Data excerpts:

The walk builds, for each registry entry, a small programme with one species recorded by that measure
(the invented demo reserve's sites, stations and windows), writes six seasons of field sheets with the
measure's own column header from values simulated by the power stage's population model for the
measure's default family, and then runs the services a user runs: import, this season's estimates,
trend, power, report and Darwin Core export.  A measure added to the registry without its part in one
stage fails here with the measure and the stage named.

The data are invented (simulated; no real records).  The checks are what each stage must hand on for
any measure (a finite estimate inside its interval, the registry's family and units, the registry's
Darwin Core terms); the numbers themselves are checked against outside sources in each stage's own tests.
"""

from __future__ import annotations

import contextlib
import csv
import dataclasses
import datetime as dt
import json
import math
import shutil
import zipfile
from pathlib import Path

import numpy as np
import pandas as pd
import pytest

from monitor import columns as C
from monitor import measures
from tests.conftest import REPO_ROOT

DEMO = REPO_ROOT / "demo_programme"
SPECIES = "TESTSP"
YEARS = list(range(2015, 2021))   # six seasons: above the trend call's minimum of five
#: a typical first-year level of each default family, on the data scale (count per quadrat, share, cm);
#: a new family needs a line here (invented, for simulation only)
TYPICAL_LEVEL = {"poisson-lognormal": 6.0, "poisson": 6.0, "negbin": 6.0, "binomial": 0.4, "logit-normal": 0.2,
                 "lognormal": 20.0}


@contextlib.contextmanager
def stage(code: str, name: str):
    """Name the measure and the stage in any failure inside."""
    try:
        yield
    except Exception as exc:  # noqa: BLE001 - re-raised as a failure that names where it happened
        pytest.fail(f"measure {code!r}, stage {name!r}: {type(exc).__name__}: {exc}", pytrace=True)


# --- the registry on its own -------------------------------------------------------------------------------
@pytest.mark.parametrize("code", measures.codes())
def test_registry_entry_is_complete(code):
    m = measures.REGISTRY[code]
    assert m.code == code == m.rule.measure
    assert m.kind in measures.KINDS
    assert m.estimator in measures.ESTIMATORS
    assert m.family in m.families
    assert len(set(m.columns)) == len(m.columns) >= 1
    assert {r.column for r in m.column_rules} == set(m.columns)
    assert (m.trials_column is not None) == m.needs_n == m.rule.up_to_n == (m.kind == measures.KIND_K_OF_N)
    if m.needs_n:
        assert m.trials and m.trial_source and "{n}" in m.sheet_header
    assert "{name}" in m.subject
    assert f"'{code}'" in dict(measures.observation_checks())[m.check_name]


@pytest.mark.parametrize("code", measures.codes())
def test_sheet_header_reads_back(code):
    """The field-sheet header the registry writes is the one the importer reads (io/records.py)."""
    from monitor.io._tables import _is_wide_header
    from monitor.io.records import parse_value_header

    m = measures.REGISTRY[code]
    n = 25 if m.needs_n else None
    header = m.header(SPECIES, n)
    assert _is_wide_header(header)
    assert parse_value_header(header) == (SPECIES, code, n)


def test_columns_glossary_follows_the_registry():
    assert C.MEASURES == measures.codes()
    assert C.MEASURE_COLUMNS == {code: m.columns for code, m in measures.REGISTRY.items()}
    assert [c for c, _ in measures.by_columns()][0] in [m.columns for m in measures.REGISTRY.values()]


@pytest.mark.parametrize("code", measures.codes())
def test_a_plain_tables_columns_name_its_measure(code):
    """``monitor trend --table``: the value columns of a table say which measure it holds (k of n before
    the single columns, so occupied+cells is frequency)."""
    columns = {C.STATION, C.YEAR, *measures.REGISTRY[code].columns}
    assert [m for cols, m in measures.by_columns() if set(cols) <= columns][0] == code


def test_registry_is_a_leaf():
    """monitor.measures imports nothing of the project but the column glossary."""
    import ast

    tree = ast.parse((REPO_ROOT / "monitor" / "measures.py").read_text())
    imported = {node.module for node in ast.walk(tree) if isinstance(node, ast.ImportFrom) and node.module}
    imported |= {a.name for node in ast.walk(tree) if isinstance(node, ast.Import) for a in node.names}
    assert {name for name in imported if name.startswith("monitor")} == {"monitor"}  # from monitor import columns


def test_value_rule_wording_and_strict_minimum():
    frequency = measures.rule(C.MEASURE_FREQUENCY)
    assert frequency.wording(25) == "a whole number of cells k with 0 <= k <= n = 25"
    strict = [m for m in measures.REGISTRY.values() if m.rule.above_minimum]
    for m in strict:
        assert m.rule.minimum == 0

(PROBLEM STATEMENT):
Scan the entries above for the word "that", then copy every line in which it occurs.

(SOLUTION TO THE EXERCISE):
The walk builds, for each registry entry, a small programme with one species recorded by that measure
    except Exception as exc:  # noqa: BLE001 - re-raised as a failure that names where it happened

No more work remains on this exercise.